The City is also entitled to conditional contractual indemnification by Haks. The indemnification provision in the contract between the City and Haks also contemplates indemnification to the "fullest extent of the law," which means that the City is not seeking indemnification for its own negligence (see Brooks, 11 NY3d at 210). Moreover, the indemnification provision limits the City's right to indemnification to where the accident arose out the negligent acts of Haks or of its subcontractors, which is the case here. As indicated, Morgans, the Haks inspector, testified that he was required but did not prepare a pre-pour checklist. He acknowledged, however, that if the checklist had been completed, it would have included inspection of the form.
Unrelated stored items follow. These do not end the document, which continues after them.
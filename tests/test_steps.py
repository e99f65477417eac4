"""Steps after a run set in the config ([compare], [figure_set], [report]): `euphotic run` adds
the comparisons, the figure set, the methods text and the report to the committed run, each
step committed on its own under the run's lock; the report is rebuilt by every later commit.

What is checked against something outside the code under test: the folder's contents against
its manifest (``_consistent``: sizes and modification times from ``os.stat``); the report's
images by parsing the page with the standard library's ``html.parser`` and checking the PNG
signature (PNG specification, section 5.2); the totals' units with UDUNITS-2 itself (through
cf-units); defaults against the functions' signatures (``inspect``).
"""

from __future__ import annotations

import base64
import inspect
import json
import os
import shutil
import subprocess
import sys
import threading
from pathlib import Path

import pytest
from click.testing import CliRunner

from euphotic import runfolder, steps
from euphotic.cli import main

from ._grids import monthly_case
from .conftest import ROOT, folder_bytes
from .test_report import PNG_SIGNATURE, _parse
from .test_runs import _consistent, _debris

#: Step tables of the small two-year case (2023-2024).
COMPARE = '[compare]\nbaseline = "2023"\ncompare_to = "2024"\n'
FIGURE_SET = '[figure_set]\nperiod = "2024"\nbaseline = "2023"\nwidth = "one-column"\n'
REPORT = "[report]\n"

#: The files each step adds (as euphotic.compare_outputs, euphotic.figureset and
#: euphotic.methods / euphotic.report name them).
COMPARE_FILES = {"compare_README.txt", "compare_annual_totals.csv", "compare_anomalies.csv",
                 "compare_difference_map.nc", "compare_seasonal_cycle.csv",
                 "compare_trend_map.nc", "compare_trends.csv"}
METHODS_FILES = {"methods.md", "methods.txt", "references.txt", "references.bib"}
#: Manifest kinds of a run's own outputs (maps, totals table and sidecar, regions.nc).
RUN_KINDS = {"map", "table", "table metadata", "regions"}


def _case(tmp: Path, tables: str, months: int = 24) -> Path:
    """``months`` monthly composites from 2023-01 (24: 2023-2024) on a 10 x 10 degree box at
    1/2 degree, one region, with the given step tables appended to the config."""
    cfg = monthly_case(tmp, months, res=0.5, run="months_per_compute = 0")
    cfg.write_text(cfg.read_text() + "\n" + tables)
    return cfg


def _run(cfg: Path, *args: str):
    return CliRunner().invoke(main, ["run", str(cfg), "-q", *args])


def _kinds(man: dict) -> dict[str, set[str]]:
    out: dict[str, set[str]] = {}
    for name, e in man["outputs"].items():
        out.setdefault(e["kind"], set()).add(name)
    return out


def _report_images(path: Path) -> list[bytes]:
    """The images the page embeds, decoded (each must be a data: URI)."""
    out = []
    for src in _parse(path).imgs:
        head, _, data = src.partition(",")
        assert head == "data:image/png;base64", src[:40]
        out.append(base64.b64decode(data))
    return out
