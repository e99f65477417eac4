"""Month maps written chunk by chunk from the dask threads are the files the netCDF library
writes.

Reference: the same dataset written by xarray through the netCDF library (netCDF4-python,
Unidata netCDF-C over HDF5) with the same encoding, both read back with netCDF4-python:
values and masks, types, chunking, filters, fill values and attributes must be the same.
"""

from __future__ import annotations

import netCDF4
import numpy as np
import pytest
import xarray as xr

from euphotic import chunkwrite, outputs


def _same_attr(a, b) -> bool:
    a, b = np.asarray(a), np.asarray(b)
    return a.shape == b.shape and (np.array_equal(a, b, equal_nan=a.dtype.kind == "f")
                                   if a.dtype.kind in "fiu" else bool(np.all(a == b)))


@pytest.mark.parametrize("blocks", [(7, 9), (16, 32)])  # edge chunks; one block per axis
def test_direct_chunks_give_the_library_file(demo_run, tmp_path, blocks):
    month = sorted(demo_run.glob("npp_vgpm_*.nc"))[0]
    with xr.open_dataset(month, chunks={}) as src:
        ds = src.chunk({"lat": blocks[0], "lon": blocks[1]})
        enc = outputs.encoding_for(ds)
        assert enc["npp"]["chunksizes"] == (1, *[min(b, n) for b, n in
                                                 zip(blocks, ds.npp.shape[1:], strict=True)])
        ref = tmp_path / "library.nc"
        ds.to_netcdf(ref, engine="netcdf4", encoding=enc, unlimited_dims=["time"])
        direct = tmp_path / "direct.nc"
        delayed = chunkwrite.lazy_netcdf(ds, direct, enc)
        assert delayed is not None
        delayed.compute()
    with netCDF4.Dataset(ref) as a, netCDF4.Dataset(direct) as b:
        assert a.dimensions.keys() == b.dimensions.keys()
        assert [d for d in b.dimensions.values() if d.isunlimited()][0].name == "time"
        assert {k: len(d) for k, d in a.dimensions.items()} == {k: len(d) for k, d in b.dimensions.items()}
        assert a.ncattrs() == b.ncattrs()
        for k in a.ncattrs():
            assert _same_attr(a.getncattr(k), b.getncattr(k)), k
        assert a.variables.keys() == b.variables.keys()
        for v in a.variables:
            va, vb = a[v], b[v]
            assert va.dtype == vb.dtype and va.dimensions == vb.dimensions, v
            assert va.chunking() == vb.chunking() and va.filters() == vb.filters(), v
            assert va.ncattrs() == vb.ncattrs(), v
            for k in va.ncattrs():
                assert _same_attr(va.getncattr(k), vb.getncattr(k)), (v, k)
            xa, xb = va[:], vb[:]
            np.testing.assert_array_equal(np.ma.getmaskarray(xa), np.ma.getmaskarray(xb))
            np.testing.assert_array_equal(np.ma.filled(xa, 0), np.ma.filled(xb, 0))
        assert np.isfinite(b["npp"][:]).sum() > 0


def test_not_used_for_a_cluster(monkeypatch, tmp_path):
    """On a cluster's workers (other processes) the library path is used: the writer must
    not be shipped to another process."""
    import dask

    with dask.config.set(scheduler="processes"):
        assert not chunkwrite.in_process()
    w = chunkwrite.ChunkWriter(tmp_path / "x.nc", {})
    import pickle

    with pytest.raises(TypeError, match="writes from threads"):
        pickle.dumps(w)


def test_region_masks_written_by_the_dask_threads_equal_the_library_file(tmp_path):
    """``regions.nc`` with its planes written as direct chunks while the run computes equals
    the file the netCDF library writes (read back with netCDF4-python: same variables,
    attributes, chunking, filters and values); the lazy planes are read-only views of the
    masks, not copies."""
    import dask

    from euphotic import aggregate, lazyread

    rng = np.random.default_rng(5)
    lat = np.arange(-9.75, 10, 0.5)
    lon = np.arange(-19.75, 20, 0.5)
    masks = aggregate.RegionMasks.build(
        [(f"r{i}", rng.random((lat.size, lon.size)) > 0.5) for i in range(5)],
        max_label_layers=1)  # one label layer, then bit planes
    area = np.full(lat.size, 3.0e9)
    eager = outputs.region_dataset(masks, lat, lon, area, earth="sphere")
    ref = tmp_path / "library.nc"
    outputs.write_regions(ref, eager)
    lazy_ds = outputs.region_dataset(masks, lat, lon, area, earth="sphere", name="planes")
    direct = tmp_path / "direct.nc"
    pending = outputs.write_regions_lazy(direct, lazy_ds)
    assert pending is not None  # the planes are left for the compute
    dask.compute(pending)
    with netCDF4.Dataset(ref) as a, netCDF4.Dataset(direct) as b:
        assert a.variables.keys() == b.variables.keys()
        for v in a.variables:
            assert a[v].chunking() == b[v].chunking() and a[v].filters() == b[v].filters(), v
            assert a[v].ncattrs() == b[v].ncattrs(), v
            np.testing.assert_array_equal(a[v][:], b[v][:])
        assert a["region_planes"].dtype == np.int32  # uint16 planes stored signed, wider
    held = lazyread.held_array(masks.planes, (1, 7, 9), "m")
    block = dict(held.dask)[(held.name, 0, 1, 2)]  # the block as the graph holds it
    assert np.shares_memory(block, masks.planes) and not block.flags.writeable
    np.testing.assert_array_equal(held.compute(), masks.planes)
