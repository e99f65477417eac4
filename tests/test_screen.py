"""Input screening: repeated and overlapping periods, implausible values, kelvin labelled
Celsius, all-missing files and damaged chunks (euphotic.screen, the readers and the run).

Every fault file is written by the tests themselves into ``tmp_path``. Sources of the checked
values, beside each check:

* Python's standard library ``zlib`` (the reference inflater) gives the exact message of a
  damaged deflate stream; ``h5py`` gives the byte offset of a stored chunk (HDF5 chunk index).
* The default ranges are those of ``euphotic.screen.DEFAULT_VALID_RANGE``, taken from the role
  catalogue ``euphotic.roles`` (bases written there: chlorophyll 0.001-100 mg m-3 from common Level-3 products, from memory; SST above the
  freezing point of sea water, about -1.9 degC at salinity 35, UNESCO 1983).
* 0 degC = 273.15 K (SI definition of the Celsius scale).
* Counts and percentages are worked out by hand from the cells written (stated beside each).
"""

from __future__ import annotations

import csv
import logging
import os
import pickle
import subprocess
import sys
import zlib
from pathlib import Path

import dask
import h5py
import netCDF4
import numpy as np
import pytest
from click.testing import CliRunner

from euphotic import screen
from euphotic.cli import main
from euphotic.config import load_config
from euphotic.errors import ConfigError, DuplicatePeriodError, InputFileError
from euphotic.readers import InputSpec, open_input

from ._grids import CHL_STD, PAR_STD, SST_STD, box_run_config, grid, write_field

LAT, LON = grid(0.0, 4.0, 0.0, 4.0, 0.5)  # 8 x 8 cells of 0.5 degree: 64 values per file
SHAPE = (len(LAT), len(LON))
ROLE = {"chl": ("chl", CHL_STD, "mg m-3"), "par": ("par", PAR_STD, "einstein m-2 day-1"),
        "sst": ("sst", SST_STD, "degC")}
BASE = {"chl": 0.3, "par": 30.0, "sst": 15.0}
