def test_xarray_inputs_give_dataarray_with_lat_lon_dims():
    lat_v, lon_v = _global_grid(10.0)
    lat = xr.DataArray(lat_v, dims="lat", coords={"lat": lat_v})
    lon = xr.DataArray(lon_v, dims="lon", coords={"lon": lon_v})
    out = geo.cell_area(lat, lon, earth="wgs84")
    assert isinstance(out, xr.DataArray)
    assert out.dims == ("lat", "lon")
    assert out.shape == (18, 36)
    assert out.attrs["units"] == "m2"
    np.testing.assert_array_equal(out["lat"].values, lat_v)
    np.testing.assert_array_equal(out.values, geo.cell_area(lat_v, lon_v, earth="wgs84"))


def test_unknown_earth_model_is_rejected():
    with pytest.raises(ValueError):
        geo.cell_area([0.0, 1.0], [0.0, 1.0], earth="moon")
Morgans, who had authority to stop the work, also suspected during the concrete pour that the structure did not have the external bracing called for in the plans, and heard the structure make noises that indicated to him that it had shifted, but he did not stop the work. However, the extent to which the City is entitled to indemnification from Haks depends on the extent to which Haks' negligence is determined to have contributed to the accident (see Hughey v RHM-88, LLC, 77 AD3d 520, 522-523 [1st Dept 2010]).[*4]

The City is entitled to conditional contractual indemnification by JA. In relevant part, the Haks/JA subcontract states, "In the event the Prime Agreement [City/Haks contract] contains an Indemnification provision, the Prime Agreement's [City/Haks contract] indemnity provision supersedes this provision "Article X" under the Subconsultant Agreement [Haks/JA subcontract] and Subconsultant [JA] agrees to indemnity Prime [Haks] and all other parties named as indemnitees as required by the indemnity provisions of the Prime Agreement [City/Haks contract]." The City/Haks contract indeed contains an indemnification clause, which states:

"The Contractor shall defend, indemnify and hold the City, its officers and employees harmless from any and all claims (even if the allegations of the lawsuit are without merit) or judgments for damages on account of any injuries or death to any person or damage to any property and from costs and expenses to which the City, its officers and employees may be subjected or which it may suffer or incur allegedly arising out of or in connection with any operations of the Contractor and/or its subcontractors to the extent resulting from any negligent act of commission or omission, any intentional tortious act, or failure to comply with the provisions of this Agreement or of the Laws. Insofar as the facts or Law relating to any claim would preclude the City from being completely indemnified by the Contractor, the City shall be partially indemnified by the Contractor to the fullest extent permitted by Law."

Based on the above-quoted language, the indemnity provision in the City/Haks contract is incorporated by reference into the Haks/JA subcontract. Moreover, substituting "JA" for "Contractor," the indemnity provision requires JA to indemnify the City for damages incurred "arising out of or in connection with any operations of the Contractor and/or its subcontractors to the extent resulting from any negligent act of commission or omission, any intentional tortious act, or failure to comply with the provisions of this Agreement or of the Laws." The extent to which the City is entitled to indemnification from JA depends on the extent to which the City's negligence is determined to have contributed to the accident. While the indemnity provision is also very broad, the City may nonetheless enforce it; it contemplates that the City "shall be partially indemnified . . . to the fullest extent permitted by Law" which means that the City is not seeking indemnification for its own negligence (see Brooks, 11 NY3d at 210).

THIS CONSTITUTES THE DECISION AND ORDER OF THE SUPREME COURT, APPELLATE DIVISION, FIRST DEPARTMENT.